How's the Algae control?
Health of Moss?
Discoloration of any sort?
Is that a Glass Jar or Plastic?
Is the lid left off or on the whole time other than topping off evaporated water?

Looks cool!


----------



## rhinotam0405

The top was left open. Glass jar sitting in the sill, indirect light most of the day. She rotated the jar around every week. She first used some of her tank water, then just added water straight from the well. No algae so to speak, the moss seems extremely healthy. I plan on starting to plant the tank today (maybe) and will be taking it out of the jar. I'll take some more photos and post. The moss is so thick in there that light can't penetrate all the way through the glass, so hopefully the insides are all healthy too.


----------



## rhinotam0405

Here's a picture of the top looking in. Not real sure how I am going to get it all out!


----------



## hockey9999

How long was it growing for? That's a ton of moss!


----------



## Rockhoe14er

haha.

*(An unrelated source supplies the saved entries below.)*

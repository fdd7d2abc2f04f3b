//! Coils and lengths: solid length, smallest gaps, pitch.

/// How the ends are made.
#[derive(Clone, Copy, Debug, PartialEq, Eq)]
pub enum Ends {
    /// Plain.
    Open,
    /// Plain, ground.
    OpenGround,
    /// Closed, not ground.
    Closed,
    /// Closed and ground.
    ClosedGround,
}

impl Ends {
    /// Whether the ends are ground.
    pub const fn ground(self) -> bool {
        matches!(self, Self::OpenGround | Self::ClosedGround)
    }

    /// Dead coils of both ends together: Machinery's Handbook, 31st ed., table 3 p. 318; closed hot-coiled ends 1.5 by
    /// EN 13906-1:2013 (from memory).
    pub const fn dead_coils(self, forming: Forming) -> f64 {
        match (self, forming) {
            (Self::Open, _) => 0.0,
            (Self::OpenGround, _) => 1.0,
            (Self::Closed | Self::ClosedGround, Forming::Cold) => 2.0,
            (Self::Closed | Self::ClosedGround, Forming::Hot) => 1.5,
        }
    }
}

/// Whether the wire is coiled cold or hot.
#[derive(Clone, Copy, Debug, PartialEq, Eq)]
pub enum Forming {
    /// Cold.
    Cold,
    /// Hot.
    Hot,
}

/// Solid length Lc in mm with `total` coils nt of `wire` diameter d (mm).
///
/// Source: EN 13906-1:2013 for closed ends coiled cold, ground `nt·d`, not ground `(nt + 1.5)·d` (JIS B 2704-1 and
/// textbooks: `(nt + 1)·d`), coiled hot `(nt − 0.3)·d` and `(nt + 1.1)·d` (from memory); Machinery's Handbook, 31st ed.,
/// table 3 p. 318, for open ends `(nt + 1)·d`, ground `nt·d`.
pub fn solid_length(ends: Ends, forming: Forming, total: f64, wire: f64) -> f64 {
    let coils = match (ends, forming) {
        (Ends::ClosedGround, Forming::Hot) => total - 0.3,
        (Ends::Closed, Forming::Hot) => total + 1.1,
        (Ends::ClosedGround, Forming::Cold) | (Ends::OpenGround, _) => total,
        (Ends::Closed, Forming::Cold) => total + 1.5,
        (Ends::Open, _) => total + 1.0,
    };
    coils * wire
}

/// Sum of the smallest gaps between the active coils Sa, in mm, under static load; dynamic load asks for 1.5 times as much
/// (hot: twice; from memory).
///
/// Source: EN 13906-1:2013; cold `n·(0.0015·D²/d + 0.1·d)`, hot `0.02·n·(D + d)` (from memory).
pub fn smallest_gaps(forming: Forming, wire: f64, coil: f64, active: f64) -> f64 {
    match forming {
        Forming::Cold => active * (0.0015 * coil * coil / wire + 0.1 * wire),
        Forming::Hot => 0.02 * active * (coil + wire),
    }
}

/// Pitch of the active coils at no load, mm, from the free length.
///
/// Source: Shigley's Mechanical Engineering Design, table 10-1 (the same as Machinery's Handbook, table 3).
pub fn pitch(ends: Ends, free: f64, wire: f64, active: f64) -> f64 {
    match ends {
        Ends::Open => (free - wire) / active,
        Ends::OpenGround => free / (active + 1.0),
        Ends::Closed => (free - 3.0 * wire) / active,
        Ends::ClosedGround => (free - 2.0 * wire) / active,
    }
}
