"""Every line of C that guardbit can write."""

I think it would be awesome if people started selling moss by the jug. 

2L of java 50 dollars.....

is there much algae on the moss at all?


----------



## shane3fan

Wonder how many critters are living in that moss? Oh, wait, was it inside? Because of the pics I was thinking it was left outside, but now I see it says window sill.

Ive got some Peacock moss growing in a bowl under a CFL light in my fishroom. I just top it off like your friend did. Ive gotten some lady bugs down there lately.


----------



## rhinotam0405

I dont see any algae on it... but i havent taken it out yet. I'll take another picture of it when I get it out, maybe tonight.

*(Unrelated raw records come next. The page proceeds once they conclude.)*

impl<'a, 's> Judge<'a, 's> {
    fn new(scene: &'a Scene<'s>, question: &Question) -> Self {
        let centre = question.range.centre_vacuum_nm();
        let coverage = (0..scene.spectra.len())
            .map(|s| Coverage::at(&scene.spectra[s], &scene.emitters[s], centre))
            .collect();
        Self {
            scene,
            coverage,
            nothing_held: !question.not_held.is_empty(),
        }
    }

    /// Whether a species without knowledge spoils the verdicts of others: it does where its stage
    /// was named, and where no stage of its element is known here.
    fn decides(&self, spectrum: usize) -> bool {
        let this = &self.scene.spectra[spectrum];
        let known = |c: &Coverage| !matches!(c, Coverage::Nothing { .. });
        if known(&self.coverage[spectrum]) || this.amount == 0.0 {
            return false;
        }
        let same_element = |s: &Spectrum| {
            s.species.atomic_number == this.species.atomic_number
                && s.species.isotope == this.species.isotope
        };
        let element_known = self
            .scene
            .spectra
            .iter()
            .zip(&self.coverage)
            .any(|(s, c)| same_element(s) && known(c));
        this.named || !element_known
    }

    fn complete_down_to(&self) -> Vec<(Species, f64)> {
        let known = |(spectrum, coverage): (&Spectrum, &Coverage)| match *coverage {
            Coverage::DownTo { fraction, .. } => Some((spectrum.species, fraction)),
            Coverage::Nothing { .. } => None,
        };
        self.scene
            .spectra
            .iter()
            .zip(&self.coverage)
            .filter_map(known)
            .collect()
    }

    fn unjudged(&self, not_held: &[String]) -> Vec<Unjudged> {
        let mut out: Vec<Unjudged> = not_held
            .iter()
            .map(|typed| Unjudged {
                species: typed.clone(),
                reason: "nothing is held of it".into(),
                decides: true,
            })
            .collect();
        for (index, coverage) in self.coverage.iter().enumerate() {
            let Coverage::Nothing { ground_term } = *coverage else {
                continue;
            };
            let reason = if ground_term {
                "only lines from its ground term are held here"
            } else {
                "no source claims to cover it here"
            };
            out.push(Unjudged {
                species: self.scene.spectra[index].species.to_string(),
                reason: reason.into(),
                decides: self.decides(index),
            });
        }
        out
    }

    fn feature(
        &self,
        index: usize,
        total: f64,
        medium: Medium,
        air: &Air,
    ) -> Result<WindowFeature, AdviseError> {
        let feature = &self.scene.features[index];
        let sigma = feature
            .components
            .iter()
            .map(|&c| self.scene.emissions[c].line.wavenumber_uncertainty_per_cm)
            .fold(f64::INFINITY, f64::min);
        let (rate_per_s, rate_relative_uncertainty) = self.mean_rate(index);
        let mut out = WindowFeature {
            species: self.scene.spectra[feature.spectrum].species,
            placed: placed(1e7 / feature.nm, sigma, medium, air)?,
            components: Vec::new(),
            rate_per_s,
            rate_relative_uncertainty,
            light_fraction: feature.light.filter(|_| total > 0.0).map(|l| l / total),
            interference: None,
            own_species_fraction: None,
            verdict: VerdictRange::UNRATED,
            remarks: Vec::new(),
            worst: None,
            worst_placed: None,
            unlisted_chance: 0.0,
        };
        self.interfere(index, &mut out);
        out.worst_placed = out
            .worst
            .as_ref()
            .map(|w| placed(1e7 / w.vacuum_nm, 0.0, medium, air))
            .transpose()?;
        Ok(out)
    }

    /// Σ g A / Σ g over the rated components, each upper level counted once.
    fn mean_rate(&self, index: usize) -> (Option<f64>, Option<f64>) {
        let mut uppers: Vec<(u32, f64)> = Vec::new();
        let (mut sum, mut variance, mut stated) = (0.0, 0.0, true);
        for &component in &self.scene.features[index].components {
            let line = self.scene.emissions[component].line;
            let Some((rate, upper)) = line.rate_per_s.zip(line.upper.as_ref()) else {
                continue;
            };
            let Some(g) = upper.g else { continue };
            if !uppers.iter().any(|(number, _)| *number == upper.number) {
                uppers.push((upper.number, g));
            }
            sum += g * rate;
            match line.rate_relative_uncertainty {
                Some(relative) => variance += (g * rate * relative).powi(2),
                None => stated = false,
            }
        }
        let weight: f64 = uppers.iter().map(|(_, g)| g).sum();
        if weight <= 0.0 || sum <= 0.0 {
            return (None, None);
        }
        (Some(sum / weight), stated.then(|| variance.sqrt() / sum))
    }

    /// Sums what others put where the target is, and what nobody can know.
    fn interfere(&self, index: usize, out: &mut WindowFeature) {
        let target = &self.scene.features[index];
        let Some(signal) = target.signal.filter(|s| *s > 0.0) else {
            out.remarks.push("its own rate is not known".into());
            return;
        };
        let width_nm = self.scene.width.at_nm(target.nm);
        let mut sum = Sum::default();
        let mut unrated_near = Vec::new();
        for i in self.scene.around(target.nm, REACH_WIDTHS * width_nm) {
            let emission = &self.scene.emissions[i];
            if emission.feature == index {
                continue;
            }
            let own = emission.spectrum == target.spectrum;
            let offset_nm = emission.nm - target.nm;
            let Some(light) = emission.light else {
                let present = self.scene.spectra[emission.spectrum].amount > 0.0;
                if !own && present && offset_nm.abs() <= width_nm {
                    unrated_near.push(emission);
                }
                continue;
            };
            let part = light * emission.profile.density(offset_nm) / signal;
            if own {
                sum.own += part;
                continue;
            }
            let relative = emission
                .light_sigma
                .hypot(self.shift_sigma(index, i, width_nm));
            sum.add(part, relative);
            if part > out.worst.as_ref().map_or(0.0, |w| w.fraction) {
                out.worst = Some(Worst {
                    species: self.scene.spectra[emission.spectrum].species,
                    vacuum_nm: emission.nm,
                    fraction: part,
                    wing: offset_nm.abs() > 2.0 * width_nm,
                });
            }
        }
        out.own_species_fraction = Some(sum.own);
        let interference = sum.interference(target.signal_sigma);
        out.interference = Some(interference);
        out.verdict = interference.verdict();
        self.unknowns(index, &unrated_near, out);
    }

    /// Relative 1 σ of an overlap from the uncertainty of the distance: half the difference of the
    /// overlaps one σ nearer and farther, over the overlap.
    fn shift_sigma(&self, target: usize, other: usize, width_nm: f64) -> f64 {
        let target = &self.scene.features[target];
        let other = &self.scene.emissions[other];
        let own = target
            .components
            .iter()
            .map(|&c| self.scene.emissions[c].sigma_nm)
            .fold(f64::INFINITY, f64::min);
        let sigma = own.hypot(other.sigma_nm);
        if sigma < 1e-3 * width_nm {
            return 0.0;
        }
        let offset = other.nm - target.nm;
        let [near, at, far] =
            [offset - sigma, offset, offset + sigma].map(|o| other.profile.density(o));
        if at > 0.0 {
            (near - far).abs() / (2.0 * at)
        } else {
            0.0
        }
    }

    /// What is missing makes the verdict `unrated`, or is said beside it.
    fn unknowns(
        &self,
        index: usize,
        unrated_near: &[&super::scene::Emission<'_>],
        out: &mut WindowFeature,
    ) {
        let target = &self.scene.features[index];
        if !unrated_near.is_empty() {
            let names: Vec<String> = unrated_near
                .iter()
                .map(|e| format!("{} {:.3} nm", self.scene.spectra[e.spectrum].species, e.nm))
                .collect();
            out.verdict = VerdictRange::UNRATED;
            out.remarks.push(format!(
                "no rate is known for {} (vacuum)",
                names.join(", ")
            ));
        }
        let light = target.light.unwrap_or(0.0);
        let width_nm = self.scene.width.at_nm(target.nm);
        let mut expected = 0.0;
        let mut likeliest = (0.0, target.spectrum);
        let mut blind: Vec<Species> = Vec::new();
        for (s, coverage) in self.coverage.iter().enumerate() {
            if s == target.spectrum || self.scene.spectra[s].amount == 0.0 {
                continue;
            }
            match coverage.expected_unlisted(light, width_nm) {
                Some(number) => {
                    expected += number;
                    if number > likeliest.0 {
                        likeliest = (number, s);
                    }
                }
                None if self.decides(s) => {
                    out.verdict = VerdictRange::UNRATED;
                    blind.push(self.scene.spectra[s].species);
                }
                None => {}
            }
        }
        if let Some(first) = blind.first() {
            let more = blind.len() - 1;
            let others = if more > 0 {
                format!(" (nor {more} more)")
            } else {
                String::new()
            };
            out.remarks
                .push(format!("{first} cannot be judged here{others}"));
        }
        if self.nothing_held {
            out.verdict = VerdictRange::UNRATED;
            out.remarks
                .push("nothing is held of a species that was asked for".into());
        }
        let species = self.scene.spectra[likeliest.1].species;
        self.chance(1.0 - (-expected).exp(), species, out);
    }

    fn chance(&self, chance: f64, likeliest: Species, out: &mut WindowFeature) {
        out.unlisted_chance = chance;
        let said = format!(
            "{:.0} % chance that an unlisted line interferes, most likely of {likeliest}",
            100.0 * chance
        );
        if chance > CHANCE_UNRATED {
            out.verdict = VerdictRange::UNRATED;
            out.remarks.push(said);
        } else if chance >= CHANCE_SAID {
            out.remarks.push(said);
        }
    }
}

HUMMM....moss by the jug??? you may be on to something!

It's been growing since the week beforeThanksgiving:bounce:


----------



## ValMM

Seeing that jar of Java moss makes me want to have hundreds of tanks, just so I could put a little in each. It looks awesome!


----------



## Granny

Last summer I was going to set up a new tank, so I took a glob of Java and a glob of Riccia, plopped each into its own clear plastic box to save it for the new tank, (one of those small storage boxes, bigger than the shoe boxes), filled it with tap water, and sat it on my porch in partial sun. It was growing almost immediately. I added a few guppies to each box and only bothered to add water when I noticed it was down.

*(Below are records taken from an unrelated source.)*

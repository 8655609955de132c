//! Gap fill in the catalogue: what the calculator adds, and what it must leave alone.

#![allow(
    clippy::unwrap_used,
    clippy::expect_used,
    reason = "a panic in a test is its report"
)]

use std::collections::BTreeSet;
use std::path::{Path, PathBuf};
use std::process::Command;
use std::sync::{Mutex, MutexGuard, OnceLock};

use importers::record::{LevelRecord, LineRecord, Place, Record};
use importers::source::SourceDescription;
use importers::{ReadReport, Sink};
use lineclear::calc::coulomb::{ComputedLevel, Setting, predict_series};
use lineclear::calc::one_electron::{Nucleus, levels, lines_between};
use lineclear::calc::series::LabelledLevel;
use lineclear::catalogue::{Catalogue, Incoming, SourceFiles};
use lineclear::{importers, vocabulary};
use vocabulary::atom::{HalfInteger, Species};
use vocabulary::light::Air;
use vocabulary::light::constants::RYDBERG_PER_CM;
use vocabulary::spectrum::{Line, LineKind, PositionOrigin, RateOrigin};

const H: Species = Species::new(1, 1);
const D: Species = Species {
    isotope: Some(2),
    ..H
};
const HE_II: Species = Species::new(2, 2);

/// The bundled catalogue, built once.
fn bundled() -> MutexGuard<'static, Catalogue> {
    static CATALOGUE: OnceLock<Mutex<Catalogue>> = OnceLock::new();
    CATALOGUE
        .get_or_init(|| Mutex::new(Catalogue::bundled_in_memory(&mut |_, _| {}).unwrap()))
        .lock()
        .unwrap_or_else(std::sync::PoisonError::into_inner)
}

fn all_lines(catalogue: &Catalogue, species: Species) -> Vec<Line> {
    let levels = catalogue.levels(species).unwrap();
    catalogue.lines(species, &levels, 0.0, 1e12).unwrap()
}

fn label(line: &Line) -> Option<[(String, HalfInteger); 2]> {
    let end = |level: &Option<std::sync::Arc<vocabulary::spectrum::Level>>| {
        let level = level.as_ref()?;
        Some((level.configuration.as_deref()?.to_owned(), level.j?))
    };
    Some([end(&line.lower)?, end(&line.upper)?])
}

/// Lines between two shells of a one-electron species.
fn between(catalogue: &Catalogue, species: Species, lower: u32, upper: u32) -> Vec<Line> {
    let shell = |configuration: &str| -> u32 {
        let digits: String = configuration
            .chars()
            .take_while(char::is_ascii_digit)
            .collect();
        digits.parse().unwrap()
    };
    all_lines(catalogue, species)
        .into_iter()
        .filter(|line| {
            label(line).is_some_and(|[from, to]| shell(&from.0) == lower && shell(&to.0) == upper)
        })
        .collect()
}

/// Mean wavenumber, weighted with the light of each component at a high temperature.
fn mean_per_cm(lines: &[Line]) -> f64 {
    let weight = |l: &Line| l.rate_per_s.unwrap() * l.upper.as_ref().unwrap().g.unwrap();
    let total: f64 = lines.iter().map(weight).sum();
    lines
        .iter()
        .map(|l| weight(l) * l.wavenumber_per_cm)
        .sum::<f64>()
        / total
}

fn air_nm(wavenumber_per_cm: f64) -> f64 {
    let air = Air::standard().to_air_nm(1e7 / wavenumber_per_cm);
    air.unwrap().nm
}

I got worried when I saw mosquitoes laying eggs on it! But as I watched, the guppies surfaced and feasted on the eggs. They didn't miss a one that I could tell. Those guppies wiped out an entire summer's worth of mosquitoes! And the Java and Ricca almost filled the boxes before the summer was over. I'm thinking of using that method again this summer as mosquito control  I can see how a big glass jar might work even better because it would get light from top to bottom on all sides.


----------



## doubleott05

most excellent


----------



## hydrophyte

Wow.


----------



## aquariumluvr

That is awesome! I'm going to try this!


----------



## doubleott05

its just like you people to discover somethign cool so that i have to add to my list of stuff to do "aquarium wise" and have my wife get on to me for how much crap i have going on .... next on teh list java in a jar....


----------



## rhinotam0405

The moss was very clean, so much of it!!!! I'll get a picture on here tonight of it out of the jar, but for now, it's off to the zoo with my girls


----------



## JasonG75

So that we UNDERSTAND growth.. How much was placed in the jar to begin with?


----------



## Granny

Testing - I'll keep check on the progress and let you know how it goes. This is in a window that gets maybe 3 hrs of sun a day.


----------



## rhinotam0405

I think it was about that much moss that she started with. I ended up sharing some with another friend because there was so much in the jar. roud:

Good luck Granny starting the ricca.... this was an accidental experiment. She put about that much in the jar to hold it for me, and we couldnt get togther for months to swap plants. Worked out for me!:icon_lol:


----------



## kozlany

I've had a jar like that for a few years now. I was trying to rid my big tank of java moss but put some aside in case I changed my mind. I never defeated the java moss but still have the gallon jar full. 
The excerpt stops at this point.